■ TASK REQUIREMENTS
Starting at the line that contains "return 2**self.levels", restate each line word for word through the final line of the data, keeping both ends.

RECORDS FOR THE EXERCISE START

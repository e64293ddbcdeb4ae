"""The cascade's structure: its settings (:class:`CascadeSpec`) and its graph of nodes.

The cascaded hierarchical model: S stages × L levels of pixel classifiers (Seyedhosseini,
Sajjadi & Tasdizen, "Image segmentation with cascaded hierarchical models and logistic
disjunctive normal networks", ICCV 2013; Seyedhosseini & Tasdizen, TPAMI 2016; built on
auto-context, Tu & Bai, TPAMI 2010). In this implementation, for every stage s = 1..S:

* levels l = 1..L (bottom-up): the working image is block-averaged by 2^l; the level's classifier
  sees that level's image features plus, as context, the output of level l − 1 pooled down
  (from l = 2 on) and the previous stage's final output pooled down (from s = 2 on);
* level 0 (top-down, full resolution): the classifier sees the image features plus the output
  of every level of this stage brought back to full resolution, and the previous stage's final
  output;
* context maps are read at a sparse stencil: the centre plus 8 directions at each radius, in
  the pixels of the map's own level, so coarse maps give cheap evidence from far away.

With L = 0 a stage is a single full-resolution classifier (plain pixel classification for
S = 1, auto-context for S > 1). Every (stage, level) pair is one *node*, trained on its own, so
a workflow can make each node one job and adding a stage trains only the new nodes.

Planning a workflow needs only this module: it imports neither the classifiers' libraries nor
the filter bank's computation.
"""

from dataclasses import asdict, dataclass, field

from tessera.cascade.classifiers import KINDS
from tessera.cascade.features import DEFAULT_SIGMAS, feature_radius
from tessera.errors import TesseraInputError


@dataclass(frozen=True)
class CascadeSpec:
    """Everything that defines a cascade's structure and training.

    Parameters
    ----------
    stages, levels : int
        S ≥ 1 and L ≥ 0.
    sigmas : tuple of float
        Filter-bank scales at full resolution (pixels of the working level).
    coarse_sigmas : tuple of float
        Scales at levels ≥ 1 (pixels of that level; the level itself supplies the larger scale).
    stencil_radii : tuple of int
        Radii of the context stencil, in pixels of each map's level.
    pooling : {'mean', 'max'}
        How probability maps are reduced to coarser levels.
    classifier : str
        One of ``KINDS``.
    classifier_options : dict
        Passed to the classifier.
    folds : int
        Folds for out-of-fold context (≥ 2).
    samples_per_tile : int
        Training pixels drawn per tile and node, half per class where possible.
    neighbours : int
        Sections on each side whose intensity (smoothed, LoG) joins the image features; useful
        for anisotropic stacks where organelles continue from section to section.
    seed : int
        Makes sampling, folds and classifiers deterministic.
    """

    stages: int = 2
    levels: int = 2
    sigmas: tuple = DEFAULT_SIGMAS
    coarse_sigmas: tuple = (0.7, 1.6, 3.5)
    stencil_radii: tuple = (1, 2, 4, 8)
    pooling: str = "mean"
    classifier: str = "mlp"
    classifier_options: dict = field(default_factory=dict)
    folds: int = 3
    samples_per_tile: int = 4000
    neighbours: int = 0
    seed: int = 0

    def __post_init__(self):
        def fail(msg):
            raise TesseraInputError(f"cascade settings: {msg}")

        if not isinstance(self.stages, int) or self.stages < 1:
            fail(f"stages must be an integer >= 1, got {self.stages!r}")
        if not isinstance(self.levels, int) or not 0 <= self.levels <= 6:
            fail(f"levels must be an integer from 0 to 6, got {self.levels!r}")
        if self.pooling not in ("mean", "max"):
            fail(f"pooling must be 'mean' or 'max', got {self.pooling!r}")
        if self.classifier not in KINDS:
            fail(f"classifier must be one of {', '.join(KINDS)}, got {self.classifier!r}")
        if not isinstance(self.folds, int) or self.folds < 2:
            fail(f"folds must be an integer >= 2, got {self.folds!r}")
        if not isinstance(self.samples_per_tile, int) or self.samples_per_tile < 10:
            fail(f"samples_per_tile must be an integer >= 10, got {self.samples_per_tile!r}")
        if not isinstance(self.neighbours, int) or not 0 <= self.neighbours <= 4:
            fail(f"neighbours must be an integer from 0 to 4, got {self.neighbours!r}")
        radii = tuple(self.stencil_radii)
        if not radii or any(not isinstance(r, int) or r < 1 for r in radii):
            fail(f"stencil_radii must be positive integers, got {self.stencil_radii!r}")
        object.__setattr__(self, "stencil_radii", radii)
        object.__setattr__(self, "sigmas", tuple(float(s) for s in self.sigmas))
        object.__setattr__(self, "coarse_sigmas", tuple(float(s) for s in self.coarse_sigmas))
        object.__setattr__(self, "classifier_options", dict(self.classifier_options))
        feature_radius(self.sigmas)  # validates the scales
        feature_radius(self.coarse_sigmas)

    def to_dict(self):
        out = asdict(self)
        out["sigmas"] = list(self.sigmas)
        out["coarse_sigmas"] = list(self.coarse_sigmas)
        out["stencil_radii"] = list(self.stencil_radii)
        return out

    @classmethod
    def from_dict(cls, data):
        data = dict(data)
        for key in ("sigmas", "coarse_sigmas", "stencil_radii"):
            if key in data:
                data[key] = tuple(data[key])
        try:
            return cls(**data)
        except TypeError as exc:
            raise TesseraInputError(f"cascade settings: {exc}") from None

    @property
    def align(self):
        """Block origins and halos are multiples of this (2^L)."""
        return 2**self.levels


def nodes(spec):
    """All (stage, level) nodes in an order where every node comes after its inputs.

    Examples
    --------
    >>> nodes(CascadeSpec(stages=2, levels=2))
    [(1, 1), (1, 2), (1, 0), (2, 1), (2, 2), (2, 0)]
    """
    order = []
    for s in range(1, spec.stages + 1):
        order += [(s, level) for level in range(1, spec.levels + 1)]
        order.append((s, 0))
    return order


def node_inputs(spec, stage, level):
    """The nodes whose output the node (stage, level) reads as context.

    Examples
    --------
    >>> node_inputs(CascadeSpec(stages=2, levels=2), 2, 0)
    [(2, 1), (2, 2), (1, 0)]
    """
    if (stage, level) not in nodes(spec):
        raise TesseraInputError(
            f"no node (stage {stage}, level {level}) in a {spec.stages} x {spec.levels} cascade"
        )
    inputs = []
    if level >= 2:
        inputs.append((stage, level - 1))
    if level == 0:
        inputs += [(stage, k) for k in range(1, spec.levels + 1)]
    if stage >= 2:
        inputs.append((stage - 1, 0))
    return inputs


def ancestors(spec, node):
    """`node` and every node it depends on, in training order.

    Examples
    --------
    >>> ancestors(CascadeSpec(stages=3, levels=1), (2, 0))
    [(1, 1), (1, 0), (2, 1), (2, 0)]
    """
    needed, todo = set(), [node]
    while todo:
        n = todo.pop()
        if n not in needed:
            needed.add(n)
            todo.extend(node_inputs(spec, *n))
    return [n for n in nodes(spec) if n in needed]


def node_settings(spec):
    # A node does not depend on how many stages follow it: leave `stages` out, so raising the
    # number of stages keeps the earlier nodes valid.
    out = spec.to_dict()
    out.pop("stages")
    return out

RECORDS FOR THE EXERCISE END

■ RESPONSE TO THIS TASK
        return 2**self.levels


def nodes(spec):
    """All (stage, level) nodes in an order where every node comes after its inputs.

    Examples
    --------
    >>> nodes(CascadeSpec(stages=2, levels=2))
    [(1, 1), (1, 2), (1, 0), (2, 1), (2, 2), (2, 0)]
    """
    order = []
    for s in range(1, spec.stages + 1):
        order += [(s, level) for level in range(1, spec.levels + 1)]
        order.append((s, 0))
    return order


def node_inputs(spec, stage, level):
    """The nodes whose output the node (stage, level) reads as context.

    Examples
    --------
    >>> node_inputs(CascadeSpec(stages=2, levels=2), 2, 0)
    [(2, 1), (2, 2), (1, 0)]
    """
    if (stage, level) not in nodes(spec):
        raise TesseraInputError(
            f"no node (stage {stage}, level {level}) in a {spec.stages} x {spec.levels} cascade"
        )
    inputs = []
    if level >= 2:
        inputs.append((stage, level - 1))
    if level == 0:
        inputs += [(stage, k) for k in range(1, spec.levels + 1)]
    if stage >= 2:
        inputs.append((stage - 1, 0))
    return inputs


def ancestors(spec, node):
    """`node` and every node it depends on, in training order.

    Examples
    --------
    >>> ancestors(CascadeSpec(stages=3, levels=1), (2, 0))
    [(1, 1), (1, 0), (2, 1), (2, 0)]
    """
    needed, todo = set(), [node]
    while todo:
        n = todo.pop()
        if n not in needed:
            needed.add(n)
            todo.extend(node_inputs(spec, *n))
    return [n for n in nodes(spec) if n in needed]


def node_settings(spec):
    # A node does not depend on how many stages follow it: leave `stages` out, so raising the
    # number of stages keeps the earlier nodes valid.
    out = spec.to_dict()
    out.pop("stages")
    return out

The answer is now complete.